Went to [email protected] last night. Had a cage delivered to work yesterday. Went and bought bowls, food, more toys, treats, pillows, blankets etc... Got a bed at the weekend too. Plus we have loads of soft puppy toys already purchased waiting for him




























Soft toys we got a while ago










(I don't expect them to last for more than a month :lol

Also had a nice blanket a few weeks ago, which we took to the breeders last Friday, so that when he comes home he has something comforting


----------



## Yourgifts Ourgifts

Beautiful pup......


----------



## Randomly Set

SWMBO bought more doggy stuff last night - poop bags, puppy lead & collar, *another* bed (that's 3 now).


----------



## Randomly Set

OK, we picked up our puppy on Tuesday, here are a few pictures and videos from the last 24hours.



















Camoflauged










YouTube

YouTube










raaawwwwrrrrrr










Late night trip to Pets at Home. Current puppy treats are a bit hard, so got a selection of softer ones, along with a treat ball (the kong ones are ok, but didn't fancy paying kong prices for their treats (he's on dry food so can't put mash or anything inside a kong stuff toy).










He slept with us on the bed last night










Today he met Jen's mums 10 year old yorkie










The yorkie has always been nervous and was a litte scared.

And today he mastered the art of going upstairs






Oh, and incase you're wondering, his name is Jeffrey 

You can also add him on Facebook  https://www.facebook.com/jeffrey.reynolds.585112?viewer_id=536545632


----------



## Hanlou

Aw he's lovely!  xx

We're local to you - I work in Chesterfield - so if you ever see someone with a small black dog and a tri-colour Rough Collie please say hello!  xx

Teddy - our little black dog - is almost one year old now.
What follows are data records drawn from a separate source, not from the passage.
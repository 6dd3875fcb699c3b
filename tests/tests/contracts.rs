//! What must not change an answer does not: threads, memory, other arms, other covariates, more patients. And laws that
//! every linear model obeys.

#![expect(clippy::print_stdout, reason = "a test reports its worst error")]

use std::collections::BTreeMap;
use std::fmt::Write as _;

use neap_engine::kinetics::Structure;
use neap_engine::model::{Flow, Network};
use neap_engine::plan::{DEFAULT_MEMORY, Limits, Plan};
use neap_engine::run::Watch;
use neap_engine::scenario::{Model, Role};
use neap_tests::{assert_same, facts, least_memory, patients, plan, run, run_within, scenario};
use proptest::prelude::*;
use proptest::test_runner::RngSeed;

/// A population with a bit of everything that this version has.
const POPULATION: &str = r#"
[population.weight]
distribution = "lognormal"
mean = "75 kg"
cv = "20 %"
limits = ["40 kg", "140 kg"]

[population.sex]
distribution = "categories"
proportions = { female = 0.5, male = 0.5 }

[population.height]
by = "sex"
each.female = { distribution = "normal", mean = "163 cm", sd = "7 cm" }
each.male = { distribution = "normal", mean = "176 cm", sd = "7 cm" }
"#;

const DRUG: &str = r#"
[drug]
name = "Compound T (invented)"
model = "two-compartment"

[drug.parameter.clearance]
typical = "5 L/h"
cv = "30 %"
scale = [{ covariate = "weight", reference = "70 kg", exponent = 0.75 }]

[drug.parameter.central_volume]
typical = "30 L"
cv = "20 %"
scale = [{ covariate = "height", reference = "170 cm", slope = "0.01 /cm" }, { covariate = "sex", is = "female", times = 0.9 }]

[drug.parameter.intercompartmental_clearance]
typical = "8 L/h"

[drug.parameter.peripheral_volume]
typical = "50 L"
cv = "25 %"

[drug.parameter.absorption_rate]
typical = "1.1 /h"
cv = "40 %"

[drug.parameter.lag_time]
typical = "0.3 h"
cv = "30 %"

[drug.parameter.bioavailability]
typical = "70 %"
varies = "logit-normal"
logit_sd = 0.4

[[drug.correlation]]
between = ["clearance", "central_volume"]
value = 0.4
"#;

const ARMS: &str = r#"
[[arm]]
name = "tablets"
[[arm.dose]]
amount = "500 mg"
route = "oral"
every = "12 h"
count = 4

[[arm]]
name = "infusions"
[[arm.dose]]
amount = "4 mg/kg"
per = "weight"
route = "bolus"
first_at = "2 h"
[[arm.dose]]
amount = "300 mg"
route = "infusion"
over = "5 h"
every = "3 h"
first_at = "3 h"
count = 8
"#;

const OUTPUT: &str = r#"
[window]
low = "2 mg/L"
high = "6 mg/L"

[output]
times = ["0 h", "1 h", "2 h", "2.5 h", "3 h", "7 h", "12 h", "12.2 h", "24 h", "36 h", "48 h"]
percentiles = [1, 5, 25, 50, 75, 95, 99.5]
"#;

fn head(size: u64) -> String {
    format!("neap = 1\n[population]\nsize = {size}\nseed = 11\n")
}

/// The usual scenario.
fn usual(size: u64) -> String {
    [head(size).as_str(), POPULATION, DRUG, ARMS, OUTPUT].concat()
}

/// No variability but a covariate with two classes: every value is one of two.
fn ties(size: u64) -> String {
    let drug = "[drug]\nname = \"invented\"\nmodel = \"one-compartment\"\n[drug.parameter.clearance]\n\
         typical = \"5 L/h\"\nscale = [{ covariate = \"sex\", is = \"female\", times = 0.8 }]\n\
         [drug.parameter.volume]\ntypical = \"40 L\"\n[drug.parameter.absorption_rate]\ntypical = \"1 /h\"\n";
    let sex = "[population.sex]\ndistribution = \"categories\"\nproportions = { female = 0.3, male = 0.7 }\n";
    let arms = "[[arm]]\nname = \"tablets\"\n[[arm.dose]]\namount = \"500 mg\"\nroute = \"oral\"\nfirst_at = \"2.5 h\"\n\
         every = \"12 h\"\ncount = 3\n[[arm]]\nname = \"nothing\"\n[[arm.dose]]\namount = \"0 mg\"\nroute = \"bolus\"\n";
    [head(size).as_str(), sex, drug, arms, OUTPUT].concat()
}

/// Forty arms that share a few schedules.
fn many_arms(size: u64) -> String {
    let mut arms = String::new();
    for arm in 0..40 {
        let (amount, every) = (100 + 25 * arm, [6, 8, 12][arm % 3]);
        let _ = writeln!(
            arms,
            "[[arm]]\nname = \"arm {arm}\"\n[[arm.dose]]\namount = \"{amount} mg\"\nroute = \"oral\"\nevery = \"{every} h\"\n\
             count = {}",
            48 / every
        );
    }
    [head(size).as_str(), POPULATION, DRUG, &arms, OUTPUT].concat()
}

/// Sizes on both sides of where a pilot begins, and no multiple of a block.
const SIZES: [u64; 3] = [777, 8193, 30_001];

type Written = fn(u64) -> String;
const KINDS: [(&str, Written); 3] = [("usual", usual), ("ties", ties), ("forty arms", many_arms)];

#[test]
fn threads_change_no_bit() {
    for (name, text) in KINDS {
        for size in SIZES {
            let text = text(size);
            let one = facts(&run_within(&text, 1, DEFAULT_MEMORY));
            for threads in [2, 7] {
                let other = facts(&run_within(&text, threads, DEFAULT_MEMORY));
                assert_same(&one, &other, &format!("{name}, {size} patients, {threads} threads"));
            }
        }
    }
}

/// The least budget that is accepted makes passes of what else is one.
#[test]
fn memory_changes_no_bit() {
    let mut most = BTreeMap::new();
    for (name, text) in KINDS {
        for size in [30_001, 150_001] {
            let text = text(size);
            let roomy = run_within(&text, 2, DEFAULT_MEMORY);
            let facts_of_roomy = facts(&roomy);
            let least = least_memory(&text, 2);
            for budget in [least, least + (8 << 20)] {
                let tight = run_within(&text, 2, budget);
                assert_same(&facts_of_roomy, &facts(&tight), &format!("{name}, {size} patients, {budget} bytes"));
                let passes = most.entry(name).or_insert(0);
                *passes = tight.effort.passes.max(*passes);
            }
        }
    }
    println!("passes: {most:?}");
    assert!(
        most["usual"] > 1 && most["forty arms"] > 1,
        "the small budgets are meant to take several passes: {most:?}"
    );
}

#[test]
fn a_run_repeats_itself() {
    assert_same(&facts(&run(&usual(20_000))), &facts(&run(&usual(20_000))), "the same scenario twice");
}

#[test]
fn another_seed_gives_other_patients() {
    let other = usual(2000).replace("seed = 11", "seed = 12");
    assert_ne!(facts(&run(&usual(2000))), facts(&run(&other)));
}

/// Those of some facts that concern an arm.
fn of_arm(facts: &BTreeMap<String, u64>, arm: &str) -> BTreeMap<String, u64> {
    let start = format!("{arm} at ");
    facts.iter().filter(|(name, _)| name.starts_with(&start)).map(|(name, bits)| (name.clone(), *bits)).collect()
}

#[test]
fn another_arm_leaves_the_others_as_they_were() {
    let third =
        "[[arm]]\nname = \"third\"\n[[arm.dose]]\namount = \"80 mg\"\nroute = \"bolus\"\nevery = \"5 h\"\ncount = 9\n";
    for size in [3000, 30_000] {
        let before = facts(&run(&usual(size)));
        let after = facts(&run(&[head(size).as_str(), POPULATION, DRUG, third, ARMS, OUTPUT].concat()));
        for arm in ["tablets", "infusions"] {
            assert!(!of_arm(&before, arm).is_empty());
            assert_same(&of_arm(&before, arm), &of_arm(&after, arm), arm);
        }
    }
}

#[test]
fn another_covariate_leaves_the_others_as_they_were() {
    let more = "[population.age]\ndistribution = \"uniform\"\nfrom = \"18 a\"\nto = \"80 a\"\n";
    let before = facts(&run(&usual(20_000)));
    let mut after = facts(&run(&[head(20_000).as_str(), more, POPULATION, DRUG, ARMS, OUTPUT].concat()));
    let own = after.len();
    after.retain(|name, _| !name.starts_with("age "));
    assert!(after.len() < own, "the covariate is summarised");
    assert_same(&before, &after, "with age");
}

#[test]
fn the_order_of_arms_and_of_unrelated_covariates_does_not_matter() {
    let swapped: Vec<&str> = ARMS.split("[[arm]]").filter(|part| !part.trim().is_empty()).collect();
    let swapped = format!("[[arm]]{}\n[[arm]]{}", swapped[1], swapped[0]);
    let parts: Vec<&str> = POPULATION.split("\n\n").collect();
    let population = [parts[1], parts[2], parts[0]].join("\n\n");
    let before = facts(&run(&usual(20_000)));
    let after = facts(&run(&[head(20_000).as_str(), &population, DRUG, &swapped, OUTPUT].concat()));
    assert_same(&before, &after, "swapped");
}

#[test]
fn the_first_patients_are_the_same_whatever_the_size() {
    let small = patients(&plan(scenario(&usual(1001))));
    let large = patients(&plan(scenario(&usual(20_000))));
    assert_eq!((small.count, large.count), (1001, 20_000));
    let columns =
        |block: &neap_engine::run::PatientBlock| [block.covariates.clone(), block.parameters.clone()].concat();
    for (small, large) in columns(&small).iter().zip(columns(&large)) {
        let same = small.iter().zip(&large).all(|(a, b)| a.to_bits() == b.to_bits());
        assert!(same, "a patient changed with the size of the population");
    }
}

#[test]
fn shares_add_up_and_percentiles_rise() {
    for (_, text) in KINDS {
        for size in [1, 2, 63, 8192, 30_001] {
            let results = run(&text(size));
            for at in results.arms.iter().flat_map(|arm| &arm.times) {
                let shares = at.shares.expect("there is a window");
                assert_eq!(shares.below + shares.within + shares.above, size);
                assert!(at.bands.is_sorted_by(|a, b| a.value <= b.value), "{:?}", at.bands);
                for band in &at.bands {
                    assert!(band.value >= 0.0 && band.value.is_finite());
                    let (lower, upper) = (band.mc_lower.unwrap_or(0.0), band.mc_upper.unwrap_or(f64::INFINITY));
                    assert!(lower <= upper, "{band:?}");
                    if size > 100 {
                        assert!((lower..=upper).contains(&band.value), "{band:?}");
                    }
                }
            }
        }
    }
}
We go to Poolsbrook Country Park a lot so may see you there! We go to Holmebrook Valley Park and Pleasley Country Park too.


----------



## Randomly Set

Will do. Didn't know there was one at Pleasley. We're in North Wingfield, so got 5 pitts on our doorstep, and poolsbrook isn't far. Jens mum lives in Brim and takes her yorkie to poolsbrook now n then.


----------



## Randomly Set

And asleep again. On his back........ Wierdo


----------



## BenBoy

Bless! Great pics, how was his first night?

I love his name


----------



## Randomly Set

Not bad. We got up every few hours. He didn't need a wee everytime which is good. Aiming just to get up once tonight


----------



## Randomly Set

successful night. Only up once at 3am for a number 1 and number 2. Then again at 6 which is when we get up anyway


----------



## BenBoy

Randomly Set said:


> successful night. Only up once at 3am for a number 1 and number 2. Then again at 6 which is when we get up anyway


Sounds like little Jeffrey is settling in well


----------



## lostbear

Randomly Set said:


> And asleep again. On his back........ Wierdo


Obviously feels completely safe and cherished if he sleeps with all his 'vulnerabilities' exposed - well done, you!

And as for his stuff - well, tbh, I would have moved into that dog cage myself!

However, I wish people would stop putting up puppy pics, or that I would have the strength of character not to look at them, because I am getting sooooo broody hmy:


----------



## Meezey

How did I miss this? He is just lovely :001_wub:


----------



## Randomly Set

This afternoon / evening has mastered going downstairs


----------



## Randomly Set

More dog stuff this evening.

Decided more crate training, so popped to tesco for some liver to make liver cake treats. Also popped into Pets @ Home and bought his first kong















Best fiver we've spent so far he's not put it down yet


----------



## Randomly Set

More puppy stuff purchased

Got a bigger cage last night:









And some chew deterrent:









Also ordered some Adaptil to help calm him.


----------



## Randomly Set

Well, over the past few days, Jeffrey has mastered "sit"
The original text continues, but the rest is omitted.